Hear, hear. The couple of times I’ve dealt with ODOT, I’ve come away with the impression that their culture is basically an engineering one: they just wanna build stuff and not have to deal with the people who are affected by the building. They love big projects that allow them to play with big trucks and diggers; they really aren’t interested in the boring, day-to-day maintenance of infrastructure that gets built. They know NEXT TO NOTHING about the cycling infrastructure, such as it is, that might be part of any project, since they *never* get on bikes. If you report some problem with cycling infrastructure (potholes, grates, debris, etc), it’s a complete mystery to them – they aren’t aware it could even be a problem, and they have to send people out in trucks to investigate. Rarely will an ODOT employee even get out of a truck to walk the shoulder or bike lane to validate the problem, and if they find the problem, they will try to convince you, the reporter, that it’s not really a problem.
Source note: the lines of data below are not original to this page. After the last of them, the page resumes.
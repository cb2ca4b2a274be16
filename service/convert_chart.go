package service

import (
	"time"

	"google.golang.org/protobuf/types/known/durationpb"
	"google.golang.org/protobuf/types/known/timestamppb"

	pb "limitary/api/limitary/v1"
	"limitary/internal/definition"
	"limitary/internal/store"
)

// timeToProto writes a time; the zero time is absent.
func timeToProto(t time.Time) *timestamppb.Timestamp {
	if t.IsZero() {
		return nil
	}
	return timestamppb.New(t)
}

func durationFromProto(field string, d *durationpb.Duration) (time.Duration, error) {
	if d == nil {
		return 0, nil
	}
	if err := d.CheckValid(); err != nil {
		return 0, definition.Invalid(field, "is no duration: want whole seconds with an s, such as \"86400s\"")
	}
	return d.AsDuration(), nil
}

func durationToProto(d time.Duration) *durationpb.Duration {
	if d == 0 {
		return nil
	}
	return durationpb.New(d)
}

func chartFromProto(in *pb.Chart) (definition.Chart, error) {
	kind, err := kindFromProto("kind", in.GetKind())
	if err != nil {
		return definition.Chart{}, err
	}
	plan, err := durationFromProto("plan_interval", in.GetPlanInterval())
	if err != nil {
		return definition.Chart{}, err
	}
	gap, err := durationFromProto("longest_gap", in.GetLongestGap())
	if err != nil {
		return definition.Chart{}, err
	}
	c := definition.Chart{
		Name: in.GetName(), Title: in.GetTitle(), Kind: kind, SubgroupSize: int(in.GetSubgroupSize()), Unit: in.GetUnit(),
		Decimals: decimalsFromProto(in.GetDecimals(), in != nil && in.Decimals != nil), Labels: in.GetLabels(),
		DisplayZone: in.GetDisplayZone(), PlanInterval: plan, LongestGap: gap, RepeatRule: in.GetRepeatRule(), LotsAreTracks: in.GetLotsAreTracks(),
		Standardised: in.GetStandardised(), RelevantShiftSigmas: in.GetRelevantShiftSigmas(), RelevantSigmaRatio: in.GetRelevantSigmaRatio(),
	}
	if kind.SizeImplied() && c.SubgroupSize == 0 {
		c.SubgroupSize = 1
	}
	return c, c.Check()
}

func decimalsFromProto(d int32, there bool) *int {
	if !there {
		return nil
	}
	n := int(d)
	return &n
}

func chartToProto(c definition.Chart) *pb.Chart {
	out := &pb.Chart{
		Name: c.Name, Title: c.Title, Kind: kindToProto(c.Kind), SubgroupSize: int32(c.SubgroupSize), Unit: c.Unit, Labels: c.Labels,
		DisplayZone: c.DisplayZone, PlanInterval: durationToProto(c.PlanInterval), LongestGap: durationToProto(c.LongestGap),
		RepeatRule: c.RepeatRule, LotsAreTracks: c.LotsAreTracks, Revision: c.Revision, Archived: c.Archived, CreateTime: timeToProto(c.CreatedAt),
		Standardised: c.Standardised,
	}
	out.RelevantShiftSigmas, out.RelevantSigmaRatio = c.Relevance()
	if c.Decimals != nil {
		d := int32(*c.Decimals)
		out.Decimals = &d
	}
	return out
}

func trackStateToProto(s store.TrackState) pb.TrackState {
	return pb.TrackState(s) + pb.TrackState_TRACK_STATE_CLEAR
}

func trackToProto(t store.Track) *pb.TrackStatus {
	return &pb.TrackStatus{
		Chart: t.Chart, Lot: t.Lot, State: trackStateToProto(t.State()), HoldSince: timeToProto(t.HoldSince), OpenSignals: int32(t.OpenSignals),
		Version: int32(t.Version), Results: t.Results, LastMeasuredAt: timeToProto(t.LastMeasuredAt), Occurrence: t.Occurrence,
	}
}

func tracksToProto(in []store.Track) []*pb.TrackStatus {
	out := make([]*pb.TrackStatus, len(in))
	for i, t := range in {
		out[i] = trackToProto(t)
	}
	return out
}

// markToProto writes a mark; nil stays nil.
func markToProto(m *store.Mark) *pb.Mark {
	if m == nil {
		return nil
	}
	return &pb.Mark{
		Id: m.ID, Chart: m.Chart, Lot: m.Lot, At: timeToProto(m.At), Text: m.Text, Break: m.Break, Restart: m.Restart,
		Author: m.Author, RecordedAt: timeToProto(m.RecordedAt), Voided: m.Voided,
	}
}

// changeToProto writes a change request; nil stays nil.
func changeToProto(c *store.Change) *pb.ChangeRequest {
	if c == nil {
		return nil
	}
	fields := make([]*pb.FieldChange, len(c.Fields))
	for i, f := range c.Fields {
		fields[i] = &pb.FieldChange{Field: f.Field, From: f.From, To: f.To}
	}
	return &pb.ChangeRequest{
		Id: c.ID, Kind: pb.ChangeKind(pb.ChangeKind_value["CHANGE_KIND_"+c.Kind]), Status: pb.ChangeStatus(pb.ChangeStatus_value["CHANGE_STATUS_"+c.Status]),
		Chart: c.Chart, Source: c.Source, SourceId: c.SourceID, Mark: c.MarkID, Version: int32(c.Version), ReasonCode: c.ReasonCode, Reason: c.Reason,
		Author: c.Author, CreateTime: timeToProto(c.CreatedAt), DecidedBy: c.DecidedBy, DecideTime: timeToProto(c.DecidedAt), DecisionReason: c.DecisionReason,
		VerdictsChanged: int32(c.VerdictsChanged), SignalsEnded: c.SignalsEnded, FieldChanges: fields,
	}
}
I wonder what it would take for the ODOT employees who are *not* in the car-centric areas to come into these BP forums and talk about what they are finding. My guess is they never would b/c they would need to dress up what’s happening in ODOT as caring in any way about any type of transportation other than cars & trucks.
Well past time for a thorough house cleaning at ODOT, and an OTC that will take the science of global warming seriously.